CD2-Associated protein
CD2AP anchors CD2 receptors of T-lymphocytes to the cytoskeleton. It is also expressed in the podocyte. It has been shown in murine studies that CD2AP and nephrin interact directly, suggesting an important role of this protein in the anchoring of nephrin to the slit diaphragm or into the signalling pathways [23]. No mutations of the CD2AP gene to date have been reported to be associated with SRNS.
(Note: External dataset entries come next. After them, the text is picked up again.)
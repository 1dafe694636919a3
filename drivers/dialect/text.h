// Blanks and letters, independent of any locale. Shared by the parsers of this room.
#pragma once

#include <string>
#include <string_view>

namespace loadstair::dialect {

[[nodiscard]] constexpr bool is_blank(char c) {
  return c == ' ' || c == '\t' || c == '\r' || c == '\n';
}
[[nodiscard]] constexpr bool is_digit(char c) {
  return c >= '0' && c <= '9';
}
[[nodiscard]] constexpr char to_lower(char c) {
  return c >= 'A' && c <= 'Z' ? static_cast<char>(c - 'A' + 'a') : c;
}

[[nodiscard]] constexpr std::string_view trim(std::string_view text) {
  while (!text.empty() && is_blank(text.front())) text.remove_prefix(1);
  while (!text.empty() && is_blank(text.back())) text.remove_suffix(1);
  return text;
}

/// A foreign text for a message: short, and without what a terminal would obey.
[[nodiscard]] inline std::string printable(std::string_view text) {
  constexpr std::size_t kMost = 60;
  std::string shown;
  for (const char c : text.substr(0, kMost)) {
    const bool plain = (c >= ' ' && c <= '~') || static_cast<unsigned char>(c) >= 0x80;
    shown += plain ? c : '?';
  }
  return text.size() > kMost ? shown + "..." : shown;
}

/// Does `text` begin with `word`, whatever the case?
[[nodiscard]] constexpr bool begins_with_word(std::string_view text, std::string_view word) {
  if (text.size() < word.size()) return false;
  for (std::size_t i = 0; i < word.size(); ++i) {
    if (to_lower(text[i]) != to_lower(word[i])) return false;
  }
  return true;
}

}  // namespace loadstair::dialect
HLA associations with SRNS
Several studies have failed to demonstrate any significant association of SRNS with class II antigens [24,25,26,27]. Other studies from Europe and the United States have shown an association of HLA-DR7 with the frequency of relapses in steroid sensitive NS [28,29,30,31,26]. Bakr et al [32] studied 20 Egyptian children with frequent relapses/steroid-dependant NS and 14 children with SRNS. The DRBI * 07011 allele frequency was significantly higher among patients than the 121 unrelated healthy controls (64.3% vs. 16.5%, Pc <0.001). The aetiological fraction was high at 0.57 (RR=9.6, Cl 2.9-31.7).

Clinical Presentation

The majority of patients present between 2-7 years of age. There is a preponderance of males with a ratio of males: females of 2:1. The disease is characterized by the sudden onset of oedema. Anasarca may develop with ascites, pleural and pericardial effusions. Blood pressure is usually normal but is sometimes elevated. Abdominal pain is occasionally due to complications such as peritonitis, thrombosis, or rarely pancreatitis. Sometimes the rapid development of ascites with concomitant hypovolemia leads to abdominal pain and malaise. In some patients, oedema is minimal and the nephrotic state is only discovered during routine urine analysis. Macroscopic hematuria may occur in a few cases. SRNS may also present with an infection or thrombotic complication.